**PROMPT:**
Report the lines of the data below that contain the string "checkpoint".

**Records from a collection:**
================================

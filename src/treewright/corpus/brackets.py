"""Bracketed (s-expression) trees: an iterative parser and the usual clean-ups.

Syntax: `(LABEL child ...)` where a child is a word or another bracket; any labels, any number of
children, one tree per line or spread over many lines. A root wrapper with no label,
`( (S ...))`, is removed. Words and labels are kept exactly as written (so `-LRB-` stays
`-LRB-`). The parser keeps its own stack, so a tree 5,000 levels deep reads fine.
"""

from __future__ import annotations

import re
from dataclasses import dataclass
from typing import Iterable, Iterator

from treewright.errors import InputError
from treewright.trees import Child, Tree
from treewright.corpus.types import ReadOptions
from treewright.corpus.walk import rebuild

_TOKEN = re.compile(r"\(|\)|[^\s()]+")


@dataclass
class BracketRecord:
    """One top-level bracket from a file: a tree, or the error that spoilt it."""
    line: int
    column: int
    tree: Tree | None = None
    error: InputError | None = None


class _Frame:
    __slots__ = ("label", "children", "line", "column", "awaiting_label")

    def __init__(self, line: int, column: int):
        self.label: str | None = None
        self.children: list[Child] = []
        self.line = line
        self.column = column
        self.awaiting_label = True


def iter_bracket_records(lines: Iterable[tuple[int, str]], path: str) -> Iterator[BracketRecord]:
    """Yield every top-level bracket of the numbered `lines`, in order.

    A malformed bracket (unbalanced, empty label, stray text) becomes a record with `error` set
    to an InputError naming `path`, line and column; reading goes on after it.
    """
    stack: list[_Frame] = []
    error: InputError | None = None  # the first problem inside the current tree
    start = (0, 0)

    def fail(message: str, line: int, column: int) -> None:
        nonlocal error
        if error is None:
            error = InputError(message, path=path, line=line, column=column)

    last_line = 0
    for number, text in lines:
        last_line = number
        stray_reported = False
        for match in _TOKEN.finditer(text):
            token, column = match.group(), match.start() + 1
            if not stack:
                if token == "(":
                    stack.append(_Frame(number, column))
                    start, error, stray_reported = (number, column), None, False
                elif token == ")":
                    yield BracketRecord(number, column, error=InputError(
                        "a closing bracket with no opening bracket", path, number, column))
                elif not stray_reported:  # one record per line of stray text, not per word
                    stray_reported = True
                    yield BracketRecord(number, column, error=InputError(
                        f"text {token!r} outside any bracket", path, number, column))
                continue
            top = stack[-1]
            if token == "(":
                if top.awaiting_label:
                    top.awaiting_label = False
                    if len(stack) > 1:
                        fail("a bracket has no label", top.line, top.column)
                stack.append(_Frame(number, column))
            elif token == ")":
                stack.pop()
                if top.awaiting_label:
                    fail("empty brackets ()", top.line, top.column)
                elif not top.children:
                    fail(f"({top.label}) has nothing under it", top.line, top.column)
                if stack:
                    if error is None:
                        stack[-1].children.append(Tree(top.label, top.children))
                    continue
                if error is None:
                    tree = _unwrap(top, path)
                    if isinstance(tree, InputError):
                        error = tree
                yield BracketRecord(*start, tree=None if error else tree, error=error)
            elif top.awaiting_label:
                top.awaiting_label = False
                top.label = token
            else:
                top.children.append(token)
    if stack:
        outer = stack[0]
        fail(f"bracket opened at line {outer.line}, column {outer.column} is never closed "
             f"(file ends at line {last_line})", outer.line, outer.column)
        yield BracketRecord(*start, error=error)


def _unwrap(frame: _Frame, path: str) -> Tree | InputError:
    """The finished outermost bracket as a Tree; an unlabeled wrapper around one tree is
    dropped (the Penn Treebank writes `( (S ...))`)."""
    if frame.label is not None:
        return Tree(frame.label, frame.children)
    if len(frame.children) == 1 and isinstance(frame.children[0], Tree):
        return frame.children[0]
    return InputError("a root bracket with no label must hold exactly one tree", path,
                      frame.line, frame.column)


def parse_brackets(text: str, path: str = "<string>") -> list[Tree]:
    """Every tree in `text` (no clean-up); raises InputError at the first malformed one."""
    out = []
    # Lines end at \n, \r\n or \r only, numbered as `iter_lines` and an editor number them.
    lines = enumerate(re.split(r"\r\n|\r|\n", text), start=1)
    for record in iter_bracket_records(lines, path):
        if record.error is not None:
            raise record.error
        out.append(record.tree)
    return out


def strip_label(label: str) -> str:
    """Drop function tags and co-indices: NP-SBJ-1 -> NP, NP=2 -> NP, PP-LOC=3 -> PP.

    A label that starts with '-' (-NONE-, -LRB-, -RRB-) is a name of its own and kept whole.
    """
    if label.startswith("-"):
        return label
    cut = len(label)
    for sep in "-=":
        at = label.find(sep)
        if at > 0:
            cut = min(cut, at)
    return label[:cut]


def clean_tree(tree: Tree, options: ReadOptions) -> Tree | None:
    """`tree` after the removals that `options` ask for; None if nothing is left.

    Removes empty elements (labels in `empty_labels`, with their traces), preterminals whose
    label is in `punct_labels`, words in `punct_words`, and every node left with no children;
    strips function tags and co-indices when `strip_function_tags`.
    """
    def visit(node: Tree, kids: list[Child]) -> list[Child]:
        if options.remove_empty and node.label in options.empty_labels:
            return []
        label = strip_label(node.label) if options.strip_function_tags else node.label
        if node.is_preterminal() and (label in options.punct_labels
                                      or node.label in options.punct_labels):
            return []
        if options.punct_words:
            kids = [k for k in kids if not (isinstance(k, str) and k in options.punct_words)]
        return [Tree(label, kids)] if kids else []

    kept = rebuild(tree, visit)
    return kept[0] if kept else None  # type: ignore[return-value]


def preterminal_tags(tree: Tree) -> list[str] | None:
    """The preterminal label above each word, in word order; None if some word hangs directly
    under a phrase (then the tree has no tag sequence)."""
    tags: list[str] = []
    for node in tree.subtrees():  # pre-order, left to right: the order of the words
        if node.is_preterminal():
            tags.append(node.label)
        elif any(isinstance(c, str) for c in node.children):
            return None
    return tags
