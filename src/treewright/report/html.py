"""One self-contained HTML page about a training run.

`build_report(run_dir, ...)` reads what the run folder holds (config.yaml, metrics.jsonl,
grammar.pcfg) and, given gold trees or raw text, parses example sentences with the run's
grammar. Every figure is inline SVG drawn by `report.svg`; the page loads nothing from the
network and runs no script. A missing piece (no metrics yet, no grammar, no gold) leaves its
section in place with a sentence saying what is missing, so a report of a run in progress or of
a damaged folder still opens.
"""

from __future__ import annotations

import json
import math
from dataclasses import dataclass, field
from pathlib import Path
from typing import Callable, Sequence

import torch
import yaml

from treewright.budget import DEFAULT_BUDGET_MB, longest_within
from treewright.corpus import (BIN_MARK, PARENT_SEP, UNARY_SEP, ReadOptions, Sentence,
                               read_corpus, read_records, run_read_options)
from treewright.errors import InputError
from treewright.report.svg import bar_chart, esc, line_chart, span_heatmap, tree_svg
from treewright.runfolder import CONFIG, GRAMMAR, METRICS, RunFolder
from treewright.tracking import perplexity
from treewright.trees import Tree, tree_from_spans

# Readable names of the metrics drawn (the keys that train/ and refine/ write to metrics.jsonl).
# A key missing here is still named in words by `metric_name`, never shown raw.
METRIC_NAMES = {
    "train/loglik_per_word": "training sentences",
    "train/elbo_per_word": "training sentences (ELBO)",
    "train/perplexity": "training sentences",
    "dev/loglik_per_word": "dev sentences",
    "dev/perplexity": "dev sentences",
    "heldout/loglik_per_word": "held-out sentences",
    "dev/sentence_f1": "sentence F1 (mean over sentences)",
    "dev/corpus_f1": "corpus F1 (brackets pooled)",
    "heldout/labeled_f1": "labelled F1",
    "heldout/labeled_precision": "labelled precision",
    "heldout/labeled_recall": "labelled recall",
    "fine_symbols": "symbols (subcategories)",
    "baseline/unigram_dev_loglik_per_word": "unigram model on dev",
    "baseline/dev_left_branching_sentence_f1": "left-branching, sentence F1",
    "baseline/dev_right_branching_sentence_f1": "right-branching, sentence F1",
    "baseline/dev_random_binary_sentence_f1": "random binary trees, sentence F1",
}
_WORDS = {"train": "training", "dev": "dev", "heldout": "held-out", "baseline": "baseline",
          "loglik": "log-likelihood", "f1": "F1", "elbo": "ELBO", "per": "per"}


def metric_name(key: str) -> str:
    """The words a chart legend shows for a metrics.jsonl key."""
    if key in METRIC_NAMES:
        return METRIC_NAMES[key]
    words = key.replace("/", " ").replace("_", " ").split()
    return " ".join(_WORDS.get(w, w) for w in words)


def _before_training(key: str) -> str:
    """`init/dev_X` (the dev score of the starting grammar, logged at step 0) -> `dev/X`, so that
    it starts the dev curve instead of standing apart."""
    rest = key[len("init/"):]
    return "dev/" + rest[len("dev_"):] if rest.startswith("dev_") else key


@dataclass(frozen=True)
class Curve:
    """One chart of the curves section: which keys are series and which are baselines."""
    title: str
    y_label: str
    series: Callable[[str], bool]
    baseline: Callable[[str], bool] = lambda key: False
    transform: Callable[[float], float] = lambda value: value   # baseline value -> chart value
    missing: str = ""      # why a run may lack this chart (shown instead of it)
    from_zero: bool = False  # the y axis starts at 0 (proportions)
    log: bool = False        # a logarithmic y axis (values that fall by orders of magnitude)


def _perplexity_of(loglik_per_word: float) -> float:
    """Perplexity is exp(-log-likelihood per word), as the trainer logs it (common practice)."""
    return perplexity(loglik_per_word)


TRAIN_CURVES = (
    Curve("Log-likelihood per word", "nats per word",
          lambda k: k.endswith(("/loglik_per_word", "/elbo_per_word")),
          lambda k: k.endswith("loglik_per_word")),
    Curve("Perplexity", "perplexity", lambda k: k.endswith("/perplexity"),
          lambda k: k.endswith("loglik_per_word"), _perplexity_of, log=True),
    Curve("Dev bracket F1", "F1", lambda k: k.startswith("dev/") and k.endswith("_f1"),
          lambda k: k.endswith("_f1"),
          missing="the run has no dev trees (data.dev with bracketed trees or CoNLL-U)",
          from_zero=True),
)
REFINE_CURVES = (
    Curve("Log-likelihood per word", "nats per word", lambda k: k.endswith("/loglik_per_word")),
    Curve("Held-out labelled F1", "F1", lambda k: k.startswith("heldout/labeled_"),
          missing="it is measured on held-out trees: a refine run from raw text has none, "
                  "and output.parse_f1 must be on", from_zero=True),
    Curve("Symbols after each cycle", "symbols", lambda k: k == "fine_symbols"),
)
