@pytest.mark.parametrize("override", [
    "train.epochs=true",     # bool is never an int
    "train.lr=false",        # ... nor a float
    "train.epochs=1.5",      # a float is not an int
    "train.epochs='3'",      # a string is never a number
    "train.lr='0.1'",
    "train.lr='1e-3'",       # quoted, so text even though it looks like a number
    "train.lr=fast",
    "train.shuffle=1",       # 1 is not a bool
    "name=12",               # a number is not text
    "data.train=null",       # not Optional
    "train.lengths=5",       # a scalar is not a list
    "model=3",               # a scalar is not a section
    "train.method=EM",       # Literal choices are exact
    "train.solver=fast",     # metadata choices
])
def test_wrong_types_are_refused(override):
    with pytest.raises(ConfigError) as info:
        load_config(RunSchema, None, [override])
    key = override.split("=")[0]
    assert [p.key for p in info.value.problems] == [key]
    assert info.value.problems[0].source == f"override {override!r}"


@pytest.mark.parametrize("override, accepted", [
    # Interval notation (common practice): [ ] include the end, ( ) exclude it.
    ("model.init_scale=0", True), ("model.init_scale=1", True), ("model.init_scale=1.01", False),
    ("model.init_scale=-0.0001", False), ("train.lr=0", False), ("train.lr=1e-300", True),
    ("train.decay=1", True), ("train.decay=0", False), ("model.nonterminals=1", True),
    ("model.nonterminals=0", False), ("train.lr=.nan", False), ("train.lr=.inf", False),
])
def test_ranges(override, accepted):
    if accepted:
        load_config(RunSchema, None, [override])
    else:
        with pytest.raises(ConfigError, match="outside the allowed range"):
            load_config(RunSchema, None, [override])


def test_interval_parsing_and_membership():
    # Interval notation: "(0, 1]" excludes 0 and includes 1; "inf" is unbounded.
    interval = parse_interval("(0, 1]")
    assert interval == Interval(0.0, 1.0, lo_open=True, hi_open=False)
    assert (0 in interval, 1 in interval, 0.5 in interval, math.nan in interval) == (
        False, True, True, False)
    assert parse_interval((2, None)) == Interval(2, None)
    assert (math.inf in parse_interval((2, None)), -math.inf in parse_interval((None, 2))) == (
        False, False)
    assert str(parse_interval("[1, inf)")) == "[1, inf)"
    with pytest.raises(TypeError):
        option(1, "bad range", range="0..1")


def test_list_elements_are_checked_one_by_one_with_their_index():
    with pytest.raises(ConfigError) as info:
        load_config(RunSchema, None, ["train.lengths=[3, 0, x, 4]"])
    assert [p.key for p in info.value.problems] == ["train.lengths[1]", "train.lengths[2]"]


def test_optional_accepts_null_and_a_value():
    assert load_config(RunSchema, None, ["train.decay=null"]).train.decay is None
    assert load_config(RunSchema, None, ["data.dev=dev.txt"]).data.dev == Path("dev.txt")


# --- unknown keys and the collected report ------------------------------------------------


def test_unknown_keys_get_did_you_mean_suggestions():
    with pytest.raises(ConfigError) as info:
        load_config(RunSchema, None, ["trian.lr=1", "model.nonterminls=3", "lr=3"])
    found = problems_by_key(info.value)
    assert "did you mean 'train'?" in found["trian"][0].message
    assert "did you mean 'model.nonterminals'?" in found["model.nonterminls"][0].message
    # A right name in the wrong section points to the section that has it.
    assert "did you mean 'train.lr'?" in found["lr"][0].message


def test_all_problems_are_reported_at_once_with_yaml_lines(tmp_path):
    text = ("# Velmar run with many mistakes\n"
            "model:\n"
            "  nonterminls: 3\n"
            "  init_scale: 2\n"
            "train:\n"
            "  lr: '0.1'\n"
            "  method: emm\n"
            "  epochs: true\n"
            "name: 12\n")
    path = write(tmp_path, text)
    with pytest.raises(ConfigError) as info:
        load_config(RunSchema, path, ["seed=x"])
    err = info.value
    expected_lines = {"model.nonterminls": line_of(text, "nonterminls"),
                      "model.init_scale": line_of(text, "init_scale"),
                      "train.lr": line_of(text, "lr:"),
                      "train.method": line_of(text, "method"),
                      "train.epochs": line_of(text, "epochs"),
                      "name": line_of(text, "name")}
    found = problems_by_key(err)
    assert set(found) == set(expected_lines) | {"seed"}
    for key, line in expected_lines.items():
        (problem,) = found[key]
        assert (problem.source, problem.line) == (str(path), line)
        # The message names every problem with its key and line.
        assert f"{key}: " in str(err) and f"line {line})" in str(err)
    assert found["seed"][0].line is None and "seed=x" in found["seed"][0].source
    assert "did you mean 'em'?" in found["train.method"][0].message
    assert str(err).startswith(f"{path}: config has 7 problems:")
    assert isinstance(err, InputError) and err.path == str(path)


def test_repeated_yaml_key_is_reported_not_silently_replaced(tmp_path):
    text = "seed: 1\nname: a\nseed: 2\n"
    with pytest.raises(ConfigError) as info:
        load_config(RunSchema, write(tmp_path, text))
    (problem,) = info.value.problems
    assert problem.key == "seed" and problem.line == 3 and "first on line 1" in problem.message


def test_missing_required_option_is_reported():
    @dataclass
    class NeedsCorpus:
        corpus: Path = option(doc="Training corpus (required).")
        size: int = option(3, "Size.")

    with pytest.raises(ConfigError) as info:
        load_config(NeedsCorpus, None, ["size=x"])
    assert [p.key for p in info.value.problems] == ["corpus", "size"]
    assert load_config(NeedsCorpus, None, ["corpus=a.txt"]).corpus == Path("a.txt")


@pytest.mark.parametrize("override", ["noequals", "=5", "a..b=1", "name.part=1"])
def test_malformed_overrides_are_reported(override):
    with pytest.raises(ConfigError) as info:
        load_config(RunSchema, None, [override])
    assert len(info.value.problems) == 1


def test_unreadable_files_raise_input_error_with_line(tmp_path):
    with pytest.raises(InputError, match="not found"):
        load_config(RunSchema, tmp_path / "absent.yaml")
    # The second line holds the stray colon; PyYAML marks it (0-based line 1 -> line 2).
    broken = write(tmp_path, "seed: 1\nname: a: b\n")
    with pytest.raises(InputError) as info:
        load_config(RunSchema, broken)
    assert info.value.line == 2 and info.value.path == str(broken)
    with pytest.raises(InputError, match="mapping of keys"):
        load_config(RunSchema, write(tmp_path, "- 1\n- 2\n"))


def test_schema_mistakes_are_type_errors():
    @dataclass
    class TwoTypes:
        value: Union[int, str] = 1

    @dataclass
    class OddType:
        value: complex = 1j

    with pytest.raises(TypeError):
        load_config(TwoTypes)
    with pytest.raises(TypeError):
        load_config(OddType)
    with pytest.raises(TypeError):
        load_config(dict)


# --- saving, round trips and description --------------------------------------------------


def test_config_to_dict_is_plain_json_data():
    cfg = load_config(RunSchema, None, ["data.dev=dev.txt"])
    data = config_to_dict(cfg)
    assert json.loads(json.dumps(data)) == data       # reference: the json module
    assert data["data"] == {"train": "corpora/velmar-train.txt", "dev": "dev.txt"}
    assert config_from_dict(RunSchema, data) == cfg


def test_dump_then_load_gives_an_equal_config(tmp_path):
    cfg = load_config(RunSchema, None, ["train.lr=1e-5", "train.decay=0.25", "name='true'",
                                        "train.lengths=[]", "data.dev=x y.txt"])
    text = dump_config_yaml(cfg, header="Resolved config of the Velmar run\ntreewright train")
    assert text.startswith("# Resolved config of the Velmar run\n# treewright train\n")
    assert load_config(RunSchema, write(tmp_path, text)) == cfg


@pytest.mark.parametrize("name", ["\x85", "a\u2028b", "harbour \u00e9\u2029", " ", "1e-3",
                                  "null", "line\nbreak", "\t"])
def test_awkward_strings_survive_the_dump(tmp_path, name):
    # YAML 1.1 treats NEL/LS/PS as line breaks and `null` as the null value; a saved text
    # option must still read back as exactly the same string (found by the property below).
    cfg = RunSchema(name=name)
    assert load_config(RunSchema, write(tmp_path, dump_config_yaml(cfg))).name == name


@settings(max_examples=60, deadline=None)
@given(lr=st.floats(min_value=1e-300, max_value=1e300),
       scale=st.floats(min_value=0, max_value=1),
       lengths=st.lists(st.integers(1, 10**12), max_size=4),
       name=st.text(max_size=12),
       epochs=st.integers(0, 10**18))
def test_round_trip_property(tmp_path_factory, lr, scale, lengths, name, epochs):
    # Reference: the config itself; saving the resolved config must lose nothing (common
    # practice: resolved configs are saved with runs and read back on resume).
    cfg = RunSchema(model=ModelSection(init_scale=scale),
                    train=TrainSection(lr=lr, lengths=lengths, epochs=epochs), name=name)
    path = tmp_path_factory.mktemp("rt") / "cfg.yaml"
    path.write_text(dump_config_yaml(cfg), encoding="utf-8")
    assert load_config(RunSchema, path) == cfg


def test_config_from_dict_reports_problems():
    with pytest.raises(ConfigError) as info:
        config_from_dict(RunSchema, {"seed": "x", "extra": 1}, source="checkpoint meta")
    assert {p.key for p in info.value.problems} == {"seed", "extra"}
    assert all(p.source == "checkpoint meta" for p in info.value.problems)


def _leaf_keys(cls, prefix=""):
    """Dotted keys of all non-section fields, walked with dataclasses.fields directly."""
    for f in dataclasses.fields(cls):
        sub = f.default_factory() if f.default_factory is not dataclasses.MISSING else f.default
        if dataclasses.is_dataclass(sub):
            yield from _leaf_keys(type(sub), prefix + f.name + ".")
        else:
            yield prefix + f.name


def test_describe_config_lists_every_option_with_type_default_and_doc():
    text = describe_config(RunSchema)
    lines = text.splitlines()
    for key in _leaf_keys(RunSchema):
        assert any(line.startswith(key + " (") for line in lines), key
    assert "model.nonterminals (int, default 20, range [1, inf))" in lines
    assert "train.lr (float, default 0.01, range (0, inf))" in lines
    assert "train.method (one of 'em', 'vb', default 'em')" in lines
    assert "data.dev (path or null, default null)" in lines
    index = lines.index("train.lr (float, default 0.01, range (0, inf))")
    assert lines[index + 1].strip() == "Step size of the optimizer."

================================

**RESULT FOR THIS TASK:**
        config_from_dict(RunSchema, {"seed": "x", "extra": 1}, source="checkpoint meta")
    assert all(p.source == "checkpoint meta" for p in info.value.problems)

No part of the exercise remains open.